• _What you are asked to do_: Report every line of the entries that contains the word "tests".

==== Records

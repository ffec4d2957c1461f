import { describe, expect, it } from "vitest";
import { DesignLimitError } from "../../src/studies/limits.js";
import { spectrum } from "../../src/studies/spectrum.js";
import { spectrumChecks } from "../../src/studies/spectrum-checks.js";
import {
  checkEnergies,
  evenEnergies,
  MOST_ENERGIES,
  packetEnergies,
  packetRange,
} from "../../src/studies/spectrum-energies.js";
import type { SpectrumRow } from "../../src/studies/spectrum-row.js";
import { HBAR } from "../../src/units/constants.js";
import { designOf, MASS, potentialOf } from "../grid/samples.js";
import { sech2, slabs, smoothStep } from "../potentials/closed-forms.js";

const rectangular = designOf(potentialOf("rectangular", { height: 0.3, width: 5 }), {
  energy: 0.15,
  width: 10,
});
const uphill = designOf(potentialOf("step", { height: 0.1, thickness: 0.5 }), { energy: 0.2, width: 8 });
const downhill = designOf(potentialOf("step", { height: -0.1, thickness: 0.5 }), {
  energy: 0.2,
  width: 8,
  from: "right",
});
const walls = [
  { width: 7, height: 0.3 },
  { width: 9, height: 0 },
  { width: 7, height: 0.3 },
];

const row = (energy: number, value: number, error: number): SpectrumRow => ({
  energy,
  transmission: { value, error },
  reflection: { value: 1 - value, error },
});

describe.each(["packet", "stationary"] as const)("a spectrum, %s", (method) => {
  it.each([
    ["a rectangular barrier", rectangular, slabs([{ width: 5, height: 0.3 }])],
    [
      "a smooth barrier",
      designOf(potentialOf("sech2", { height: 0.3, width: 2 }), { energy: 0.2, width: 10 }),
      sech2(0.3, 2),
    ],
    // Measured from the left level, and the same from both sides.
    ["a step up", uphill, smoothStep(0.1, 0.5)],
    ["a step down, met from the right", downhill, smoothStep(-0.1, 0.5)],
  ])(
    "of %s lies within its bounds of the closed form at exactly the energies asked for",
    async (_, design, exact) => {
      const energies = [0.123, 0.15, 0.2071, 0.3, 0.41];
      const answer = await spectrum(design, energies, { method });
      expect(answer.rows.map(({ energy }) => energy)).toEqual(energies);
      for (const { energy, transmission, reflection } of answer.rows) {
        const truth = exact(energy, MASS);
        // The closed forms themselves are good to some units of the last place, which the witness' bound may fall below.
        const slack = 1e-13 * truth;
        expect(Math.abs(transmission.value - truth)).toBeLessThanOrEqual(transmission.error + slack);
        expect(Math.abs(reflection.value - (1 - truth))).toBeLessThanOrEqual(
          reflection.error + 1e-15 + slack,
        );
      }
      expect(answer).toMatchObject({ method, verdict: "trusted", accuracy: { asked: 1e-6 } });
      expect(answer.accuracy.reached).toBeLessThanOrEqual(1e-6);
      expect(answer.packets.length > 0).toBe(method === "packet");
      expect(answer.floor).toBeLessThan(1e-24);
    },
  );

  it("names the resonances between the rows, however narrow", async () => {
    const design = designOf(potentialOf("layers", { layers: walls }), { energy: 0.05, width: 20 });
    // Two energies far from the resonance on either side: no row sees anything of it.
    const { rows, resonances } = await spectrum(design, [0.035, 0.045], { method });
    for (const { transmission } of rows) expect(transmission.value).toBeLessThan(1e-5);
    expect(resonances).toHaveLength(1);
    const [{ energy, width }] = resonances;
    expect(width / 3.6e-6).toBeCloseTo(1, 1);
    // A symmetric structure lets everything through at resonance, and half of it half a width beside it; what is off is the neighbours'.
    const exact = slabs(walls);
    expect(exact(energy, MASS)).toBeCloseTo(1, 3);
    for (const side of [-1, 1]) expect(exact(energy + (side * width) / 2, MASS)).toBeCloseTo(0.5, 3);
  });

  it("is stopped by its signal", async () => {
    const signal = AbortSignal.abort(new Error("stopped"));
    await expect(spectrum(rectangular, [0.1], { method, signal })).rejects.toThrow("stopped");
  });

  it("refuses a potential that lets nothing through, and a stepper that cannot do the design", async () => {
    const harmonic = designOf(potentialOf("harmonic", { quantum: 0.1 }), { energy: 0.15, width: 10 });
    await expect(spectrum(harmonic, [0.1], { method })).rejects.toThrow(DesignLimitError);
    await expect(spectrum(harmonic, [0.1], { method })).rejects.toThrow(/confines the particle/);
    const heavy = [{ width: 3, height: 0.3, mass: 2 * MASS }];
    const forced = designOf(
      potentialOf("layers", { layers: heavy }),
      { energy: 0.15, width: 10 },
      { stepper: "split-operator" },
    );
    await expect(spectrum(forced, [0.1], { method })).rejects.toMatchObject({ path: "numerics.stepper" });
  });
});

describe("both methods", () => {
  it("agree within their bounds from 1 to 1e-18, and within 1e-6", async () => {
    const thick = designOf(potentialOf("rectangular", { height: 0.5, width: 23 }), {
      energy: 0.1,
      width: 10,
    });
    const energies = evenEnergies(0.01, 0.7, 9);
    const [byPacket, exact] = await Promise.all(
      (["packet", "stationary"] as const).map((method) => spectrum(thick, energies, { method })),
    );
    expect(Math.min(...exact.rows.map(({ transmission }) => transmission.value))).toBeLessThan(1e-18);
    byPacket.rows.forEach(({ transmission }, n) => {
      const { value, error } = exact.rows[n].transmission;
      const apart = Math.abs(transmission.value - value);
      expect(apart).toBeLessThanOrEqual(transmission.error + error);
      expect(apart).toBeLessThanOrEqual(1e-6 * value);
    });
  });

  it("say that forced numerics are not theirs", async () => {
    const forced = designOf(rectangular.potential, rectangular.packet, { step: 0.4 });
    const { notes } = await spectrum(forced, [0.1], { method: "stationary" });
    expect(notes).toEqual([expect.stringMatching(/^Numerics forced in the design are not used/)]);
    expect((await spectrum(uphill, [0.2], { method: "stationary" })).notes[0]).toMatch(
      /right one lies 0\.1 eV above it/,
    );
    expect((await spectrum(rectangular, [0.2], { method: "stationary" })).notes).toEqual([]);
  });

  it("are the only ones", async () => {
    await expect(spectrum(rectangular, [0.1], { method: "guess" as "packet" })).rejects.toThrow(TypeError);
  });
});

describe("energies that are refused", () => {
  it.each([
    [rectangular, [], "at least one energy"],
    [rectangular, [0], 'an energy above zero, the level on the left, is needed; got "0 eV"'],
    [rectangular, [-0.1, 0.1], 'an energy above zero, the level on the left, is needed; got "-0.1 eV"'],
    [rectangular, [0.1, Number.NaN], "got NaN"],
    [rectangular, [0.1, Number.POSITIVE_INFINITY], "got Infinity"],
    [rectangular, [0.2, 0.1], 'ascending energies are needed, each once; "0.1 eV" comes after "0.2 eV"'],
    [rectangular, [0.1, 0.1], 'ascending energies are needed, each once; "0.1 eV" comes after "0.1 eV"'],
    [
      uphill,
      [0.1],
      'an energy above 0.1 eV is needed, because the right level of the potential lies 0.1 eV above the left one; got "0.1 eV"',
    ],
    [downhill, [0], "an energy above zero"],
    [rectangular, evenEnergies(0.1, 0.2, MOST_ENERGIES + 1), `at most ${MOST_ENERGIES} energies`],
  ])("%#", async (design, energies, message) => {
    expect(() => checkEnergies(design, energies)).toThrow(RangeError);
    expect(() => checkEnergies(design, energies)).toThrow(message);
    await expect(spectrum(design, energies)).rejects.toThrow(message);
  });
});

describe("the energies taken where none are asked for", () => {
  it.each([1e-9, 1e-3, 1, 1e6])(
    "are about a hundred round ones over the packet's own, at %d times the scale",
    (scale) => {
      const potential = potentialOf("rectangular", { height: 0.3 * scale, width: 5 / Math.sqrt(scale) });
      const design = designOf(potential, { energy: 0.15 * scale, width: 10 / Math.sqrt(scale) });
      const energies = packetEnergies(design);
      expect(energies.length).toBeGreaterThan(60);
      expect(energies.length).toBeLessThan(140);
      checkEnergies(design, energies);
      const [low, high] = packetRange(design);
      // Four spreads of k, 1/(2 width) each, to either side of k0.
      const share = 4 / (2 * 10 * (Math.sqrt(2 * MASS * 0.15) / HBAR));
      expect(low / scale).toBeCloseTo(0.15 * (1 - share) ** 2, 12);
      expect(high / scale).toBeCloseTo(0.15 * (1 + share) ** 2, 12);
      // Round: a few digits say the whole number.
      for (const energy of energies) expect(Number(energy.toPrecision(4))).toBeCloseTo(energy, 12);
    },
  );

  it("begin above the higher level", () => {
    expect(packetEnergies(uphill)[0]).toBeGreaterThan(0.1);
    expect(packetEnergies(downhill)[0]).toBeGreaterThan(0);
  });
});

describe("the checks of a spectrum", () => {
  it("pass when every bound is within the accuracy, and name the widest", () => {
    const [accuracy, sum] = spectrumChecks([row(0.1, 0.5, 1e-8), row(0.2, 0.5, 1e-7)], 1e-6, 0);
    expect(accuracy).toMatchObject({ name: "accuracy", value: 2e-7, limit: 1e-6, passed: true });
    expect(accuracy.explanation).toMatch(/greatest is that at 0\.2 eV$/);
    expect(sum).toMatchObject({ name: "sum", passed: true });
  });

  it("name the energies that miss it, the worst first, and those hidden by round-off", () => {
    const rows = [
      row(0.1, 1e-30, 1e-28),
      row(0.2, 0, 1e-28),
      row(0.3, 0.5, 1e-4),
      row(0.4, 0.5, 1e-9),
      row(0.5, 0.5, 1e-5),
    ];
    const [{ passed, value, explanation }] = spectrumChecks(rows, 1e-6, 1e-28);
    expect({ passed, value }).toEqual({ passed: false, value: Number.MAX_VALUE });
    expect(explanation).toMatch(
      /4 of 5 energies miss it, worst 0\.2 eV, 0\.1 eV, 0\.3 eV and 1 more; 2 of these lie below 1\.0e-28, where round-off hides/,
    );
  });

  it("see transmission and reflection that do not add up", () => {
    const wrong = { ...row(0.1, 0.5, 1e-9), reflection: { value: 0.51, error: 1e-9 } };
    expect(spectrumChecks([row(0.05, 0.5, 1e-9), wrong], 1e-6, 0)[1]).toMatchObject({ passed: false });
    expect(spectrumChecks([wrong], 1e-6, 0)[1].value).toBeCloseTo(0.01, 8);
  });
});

========
==== Records

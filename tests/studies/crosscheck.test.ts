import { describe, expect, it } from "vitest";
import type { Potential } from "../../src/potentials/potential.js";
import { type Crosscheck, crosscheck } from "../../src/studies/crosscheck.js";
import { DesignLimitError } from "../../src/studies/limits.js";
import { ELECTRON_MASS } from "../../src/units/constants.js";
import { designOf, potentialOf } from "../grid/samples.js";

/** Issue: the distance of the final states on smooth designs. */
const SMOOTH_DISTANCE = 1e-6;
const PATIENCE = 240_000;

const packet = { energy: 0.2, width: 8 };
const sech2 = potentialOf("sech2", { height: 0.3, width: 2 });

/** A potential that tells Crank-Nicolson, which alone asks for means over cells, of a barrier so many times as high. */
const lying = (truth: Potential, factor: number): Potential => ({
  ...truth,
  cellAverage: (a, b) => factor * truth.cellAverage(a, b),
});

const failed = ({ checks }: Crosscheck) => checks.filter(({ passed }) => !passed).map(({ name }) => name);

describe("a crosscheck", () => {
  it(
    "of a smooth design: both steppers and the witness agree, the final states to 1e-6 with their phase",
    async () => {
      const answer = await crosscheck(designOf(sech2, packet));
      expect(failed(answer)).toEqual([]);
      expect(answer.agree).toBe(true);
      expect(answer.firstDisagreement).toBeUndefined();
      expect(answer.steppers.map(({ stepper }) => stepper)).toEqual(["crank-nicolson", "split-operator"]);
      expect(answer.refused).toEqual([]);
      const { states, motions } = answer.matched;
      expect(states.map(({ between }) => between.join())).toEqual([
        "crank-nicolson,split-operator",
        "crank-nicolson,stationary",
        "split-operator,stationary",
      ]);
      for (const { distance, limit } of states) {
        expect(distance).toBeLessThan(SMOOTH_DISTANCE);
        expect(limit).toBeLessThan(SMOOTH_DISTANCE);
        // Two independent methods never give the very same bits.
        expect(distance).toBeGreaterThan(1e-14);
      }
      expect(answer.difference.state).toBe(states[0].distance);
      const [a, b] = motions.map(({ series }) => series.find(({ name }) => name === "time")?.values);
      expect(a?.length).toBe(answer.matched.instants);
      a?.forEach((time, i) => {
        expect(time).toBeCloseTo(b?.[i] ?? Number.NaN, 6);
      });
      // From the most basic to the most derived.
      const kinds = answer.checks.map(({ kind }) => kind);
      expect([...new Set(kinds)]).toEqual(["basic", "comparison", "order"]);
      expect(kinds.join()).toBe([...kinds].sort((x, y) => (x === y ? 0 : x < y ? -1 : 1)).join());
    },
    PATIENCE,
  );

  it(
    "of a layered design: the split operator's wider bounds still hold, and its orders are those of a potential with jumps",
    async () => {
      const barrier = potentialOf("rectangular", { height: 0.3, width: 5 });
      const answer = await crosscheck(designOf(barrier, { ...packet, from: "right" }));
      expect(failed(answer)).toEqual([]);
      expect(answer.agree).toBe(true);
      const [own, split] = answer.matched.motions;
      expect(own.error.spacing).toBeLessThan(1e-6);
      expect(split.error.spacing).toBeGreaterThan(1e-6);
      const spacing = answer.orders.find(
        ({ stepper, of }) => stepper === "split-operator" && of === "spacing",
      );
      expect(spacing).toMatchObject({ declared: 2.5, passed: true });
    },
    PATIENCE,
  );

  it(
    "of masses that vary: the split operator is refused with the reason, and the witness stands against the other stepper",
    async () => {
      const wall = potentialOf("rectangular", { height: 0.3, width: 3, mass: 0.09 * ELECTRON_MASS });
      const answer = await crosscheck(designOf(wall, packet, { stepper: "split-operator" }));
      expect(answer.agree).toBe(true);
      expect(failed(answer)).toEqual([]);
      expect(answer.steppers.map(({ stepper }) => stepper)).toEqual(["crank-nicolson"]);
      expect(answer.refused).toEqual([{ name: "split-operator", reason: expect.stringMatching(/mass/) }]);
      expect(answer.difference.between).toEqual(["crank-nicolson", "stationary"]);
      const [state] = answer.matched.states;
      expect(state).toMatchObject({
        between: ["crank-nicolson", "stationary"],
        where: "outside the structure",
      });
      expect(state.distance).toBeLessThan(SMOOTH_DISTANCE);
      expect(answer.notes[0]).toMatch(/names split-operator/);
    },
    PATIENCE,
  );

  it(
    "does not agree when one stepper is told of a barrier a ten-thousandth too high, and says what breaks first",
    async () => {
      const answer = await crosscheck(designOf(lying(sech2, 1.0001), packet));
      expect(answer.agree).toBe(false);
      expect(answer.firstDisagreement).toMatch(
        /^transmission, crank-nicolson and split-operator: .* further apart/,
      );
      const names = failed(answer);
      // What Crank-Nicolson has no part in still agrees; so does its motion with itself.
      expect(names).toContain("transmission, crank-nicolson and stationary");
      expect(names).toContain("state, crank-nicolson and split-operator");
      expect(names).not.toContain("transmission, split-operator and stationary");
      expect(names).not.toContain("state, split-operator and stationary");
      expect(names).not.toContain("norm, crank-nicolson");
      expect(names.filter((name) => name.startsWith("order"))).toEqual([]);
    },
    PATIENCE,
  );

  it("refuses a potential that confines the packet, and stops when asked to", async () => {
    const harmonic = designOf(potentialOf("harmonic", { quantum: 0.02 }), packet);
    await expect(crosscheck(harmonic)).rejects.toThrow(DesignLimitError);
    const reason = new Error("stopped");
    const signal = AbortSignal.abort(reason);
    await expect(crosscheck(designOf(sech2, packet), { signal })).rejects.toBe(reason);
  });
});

========
==== Records

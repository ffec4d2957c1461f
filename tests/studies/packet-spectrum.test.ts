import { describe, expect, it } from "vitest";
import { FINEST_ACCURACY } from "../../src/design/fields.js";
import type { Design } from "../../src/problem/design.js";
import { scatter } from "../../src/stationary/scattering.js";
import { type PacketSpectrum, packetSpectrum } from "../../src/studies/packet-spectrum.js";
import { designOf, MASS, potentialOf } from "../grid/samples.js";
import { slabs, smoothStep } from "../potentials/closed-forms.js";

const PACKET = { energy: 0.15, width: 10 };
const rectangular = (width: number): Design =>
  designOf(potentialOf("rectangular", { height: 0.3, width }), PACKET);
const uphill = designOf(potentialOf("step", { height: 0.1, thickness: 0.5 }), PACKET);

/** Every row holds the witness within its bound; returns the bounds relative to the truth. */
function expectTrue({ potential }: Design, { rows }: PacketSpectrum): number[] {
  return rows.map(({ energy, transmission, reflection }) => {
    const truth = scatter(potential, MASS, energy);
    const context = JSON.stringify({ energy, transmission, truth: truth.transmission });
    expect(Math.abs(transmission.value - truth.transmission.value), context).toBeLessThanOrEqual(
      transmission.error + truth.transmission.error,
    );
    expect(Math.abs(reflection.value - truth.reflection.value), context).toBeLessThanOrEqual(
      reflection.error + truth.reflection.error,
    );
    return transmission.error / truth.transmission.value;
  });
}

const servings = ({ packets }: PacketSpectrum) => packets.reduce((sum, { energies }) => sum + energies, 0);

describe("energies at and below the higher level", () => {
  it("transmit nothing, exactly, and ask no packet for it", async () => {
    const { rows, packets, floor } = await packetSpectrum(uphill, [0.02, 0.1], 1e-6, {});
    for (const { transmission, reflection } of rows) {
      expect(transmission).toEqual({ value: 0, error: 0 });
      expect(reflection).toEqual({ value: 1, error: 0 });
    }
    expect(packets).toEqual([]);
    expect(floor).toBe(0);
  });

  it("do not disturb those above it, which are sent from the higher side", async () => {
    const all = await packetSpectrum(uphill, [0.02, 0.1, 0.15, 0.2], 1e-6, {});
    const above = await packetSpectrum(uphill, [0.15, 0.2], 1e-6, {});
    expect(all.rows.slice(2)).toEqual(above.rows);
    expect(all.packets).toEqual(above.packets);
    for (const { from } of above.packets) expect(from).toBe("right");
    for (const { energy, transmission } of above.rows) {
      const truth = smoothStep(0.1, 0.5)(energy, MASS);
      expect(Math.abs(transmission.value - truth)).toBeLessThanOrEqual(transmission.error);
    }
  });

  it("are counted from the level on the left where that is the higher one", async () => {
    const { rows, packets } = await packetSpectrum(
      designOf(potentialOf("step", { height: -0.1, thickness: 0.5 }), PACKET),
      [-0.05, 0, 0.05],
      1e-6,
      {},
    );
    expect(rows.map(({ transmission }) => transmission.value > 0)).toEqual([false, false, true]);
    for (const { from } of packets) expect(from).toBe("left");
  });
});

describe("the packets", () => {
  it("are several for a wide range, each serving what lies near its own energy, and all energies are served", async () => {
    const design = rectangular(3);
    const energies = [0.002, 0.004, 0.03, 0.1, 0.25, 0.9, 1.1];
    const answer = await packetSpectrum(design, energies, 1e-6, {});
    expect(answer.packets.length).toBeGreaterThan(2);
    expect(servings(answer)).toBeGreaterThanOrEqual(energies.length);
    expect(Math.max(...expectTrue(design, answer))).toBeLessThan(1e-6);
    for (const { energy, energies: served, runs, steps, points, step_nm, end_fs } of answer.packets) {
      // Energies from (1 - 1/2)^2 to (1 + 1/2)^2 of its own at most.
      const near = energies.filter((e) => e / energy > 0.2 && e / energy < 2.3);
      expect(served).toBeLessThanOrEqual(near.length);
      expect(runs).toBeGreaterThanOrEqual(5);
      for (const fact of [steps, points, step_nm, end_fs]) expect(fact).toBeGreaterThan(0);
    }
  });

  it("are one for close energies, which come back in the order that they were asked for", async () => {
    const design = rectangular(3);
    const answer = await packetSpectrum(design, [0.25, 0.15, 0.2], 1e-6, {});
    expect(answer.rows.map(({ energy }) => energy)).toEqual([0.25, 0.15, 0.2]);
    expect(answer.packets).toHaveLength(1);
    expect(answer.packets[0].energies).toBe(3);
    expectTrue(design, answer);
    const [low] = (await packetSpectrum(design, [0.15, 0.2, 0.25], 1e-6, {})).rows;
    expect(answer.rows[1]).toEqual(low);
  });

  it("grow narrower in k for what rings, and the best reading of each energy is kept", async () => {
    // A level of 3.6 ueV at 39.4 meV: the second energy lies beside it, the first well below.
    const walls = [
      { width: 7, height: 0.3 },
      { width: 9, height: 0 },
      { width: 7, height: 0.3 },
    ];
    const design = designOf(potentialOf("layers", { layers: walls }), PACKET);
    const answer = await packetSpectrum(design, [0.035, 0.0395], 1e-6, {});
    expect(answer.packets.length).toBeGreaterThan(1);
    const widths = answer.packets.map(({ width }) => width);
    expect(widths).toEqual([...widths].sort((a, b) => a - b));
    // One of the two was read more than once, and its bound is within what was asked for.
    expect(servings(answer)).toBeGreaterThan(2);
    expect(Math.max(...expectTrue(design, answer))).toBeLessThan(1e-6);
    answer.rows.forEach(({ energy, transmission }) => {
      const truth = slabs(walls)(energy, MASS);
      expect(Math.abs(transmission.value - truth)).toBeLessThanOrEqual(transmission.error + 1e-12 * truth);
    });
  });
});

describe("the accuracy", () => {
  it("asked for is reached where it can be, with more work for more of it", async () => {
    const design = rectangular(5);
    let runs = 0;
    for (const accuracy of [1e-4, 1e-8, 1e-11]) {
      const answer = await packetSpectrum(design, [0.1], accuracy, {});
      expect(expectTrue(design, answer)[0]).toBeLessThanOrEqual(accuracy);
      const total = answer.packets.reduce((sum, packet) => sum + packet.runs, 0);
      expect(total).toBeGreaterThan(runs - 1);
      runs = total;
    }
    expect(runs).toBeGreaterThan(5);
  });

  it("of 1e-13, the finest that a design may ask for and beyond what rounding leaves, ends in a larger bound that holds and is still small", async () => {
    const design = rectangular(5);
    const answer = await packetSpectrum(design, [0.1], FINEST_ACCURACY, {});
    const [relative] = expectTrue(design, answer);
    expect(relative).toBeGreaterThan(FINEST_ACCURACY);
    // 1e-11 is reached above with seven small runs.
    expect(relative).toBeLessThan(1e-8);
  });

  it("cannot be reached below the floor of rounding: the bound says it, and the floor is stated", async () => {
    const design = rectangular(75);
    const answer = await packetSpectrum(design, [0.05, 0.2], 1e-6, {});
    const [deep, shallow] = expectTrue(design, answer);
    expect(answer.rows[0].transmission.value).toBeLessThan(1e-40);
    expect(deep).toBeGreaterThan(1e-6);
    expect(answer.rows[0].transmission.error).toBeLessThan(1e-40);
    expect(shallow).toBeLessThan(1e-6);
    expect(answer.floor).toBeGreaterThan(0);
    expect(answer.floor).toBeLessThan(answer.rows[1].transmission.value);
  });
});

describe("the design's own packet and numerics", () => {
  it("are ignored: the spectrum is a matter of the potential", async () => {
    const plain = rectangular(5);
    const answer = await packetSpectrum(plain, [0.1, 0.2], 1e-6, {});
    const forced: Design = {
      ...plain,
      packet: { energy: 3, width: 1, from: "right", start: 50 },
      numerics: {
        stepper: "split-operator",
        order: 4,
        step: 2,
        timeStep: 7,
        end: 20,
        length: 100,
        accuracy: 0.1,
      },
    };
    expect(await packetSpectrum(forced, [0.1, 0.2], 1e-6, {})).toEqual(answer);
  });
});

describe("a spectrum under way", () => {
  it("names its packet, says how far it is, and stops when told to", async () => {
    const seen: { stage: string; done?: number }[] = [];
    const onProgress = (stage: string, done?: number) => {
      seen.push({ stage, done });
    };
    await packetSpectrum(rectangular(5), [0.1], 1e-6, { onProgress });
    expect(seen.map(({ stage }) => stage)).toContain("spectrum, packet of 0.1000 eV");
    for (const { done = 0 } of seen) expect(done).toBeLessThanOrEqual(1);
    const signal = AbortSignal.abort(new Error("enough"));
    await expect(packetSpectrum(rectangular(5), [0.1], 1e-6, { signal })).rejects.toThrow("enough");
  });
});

========

• _Answer to this task_:
filename tests/studies/crosscheck.test.ts
filename tests/studies/packet-spectrum.test.ts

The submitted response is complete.